What disease has the name German measles ?


German measles is another names for rubella. It is also called 3-day measles. This contagious infection commonly affects the lymph nodes and is characterized by a distinctive red rash.


NOTE that rubella is not the same as rubeola ( measles ).


What causes rubella ?


It is caused by a virus. This virus spreads when you come into close contact with an infected person’s respiratory secretions such as mucus or when an infected person coughs or sneezes.

A pregnant mum can transmit the virus to her unborn child through the blood stream.


What are the symptoms of rubella ?


About half the people who have rubella do not show any symptoms. Children usually experience mild symptoms in the form of low-grade fever and rash that starts on the face and spreads to the rest of the body.

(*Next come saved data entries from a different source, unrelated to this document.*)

// Final results of a run in standard symbols and units. A value the run did not
// determine is an empty optional, never a guess; warnings say why.
#pragma once

#include <optional>
#include <string>
#include <vector>

#include "profile.hpp"

namespace tensile {

enum class StrainSource { extensometer, crosshead };
const char* name_of(StrainSource source);

struct OffsetValue {
    double offset_pct;              // x in Rp x / Rt x
    std::optional<double> MPa;
};

struct RateCompliance {
    double seconds_checked = 0;     // time spent in the phase with a rate known
    double seconds_inside = 0;      // of which inside the band
    [[nodiscard]] double share_inside() const { return seconds_checked > 0 ? seconds_inside / seconds_checked : 0; }
};

struct Results {
    double S0_mm2 = 0;
    double L0_mm = 0;

    std::optional<double> E_MPa;
    std::optional<double> E_r2;
    std::optional<double> E_cv_pct;        // ASTM E111 coefficient of variation of the slope
    std::optional<double> E_window_low_MPa, E_window_high_MPa;
    std::optional<double> toe_strain;      // strain-axis intercept removed from all strains

    std::vector<OffsetValue> Rp;
    std::vector<OffsetValue> Rt;
    std::optional<double> ReH_MPa, ReL_MPa, Ae_pct;
    std::optional<double> Fm_N, Rm_MPa;
    std::optional<double> Ag_pct, Agt_pct, At_pct, A_pct;
    std::optional<double> n_value;
    std::optional<double> fracture_force_N;

    StrainSource Ag_source = StrainSource::extensometer;
    StrainSource At_source = StrainSource::extensometer;

    RateCompliance rate[rate_phase_count];
    std::vector<std::string> warnings;

    [[nodiscard]] std::optional<double> proof(double offset_pct) const;
    [[nodiscard]] std::optional<double> total(double extension_pct) const;
};

}  // namespace tensile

Older children and adults may experience these symptoms.


  • runny nose before symptoms appear
  • headache
  • malaise
  • aching joint
  • eye inflammation


Can rubella be treated ?


There is no treatment needed for rubella. It is a mild illness that runs its course in about three days. To treat  the fever, you may take acetaminophen. You should also avoid contact with people who have conditions that cause deficient or suppressed immune systems.

It is essential to get enough rest.


Defects associated with congenital rubella syndrome can be treated.


Are there any preventive measures for rubella ?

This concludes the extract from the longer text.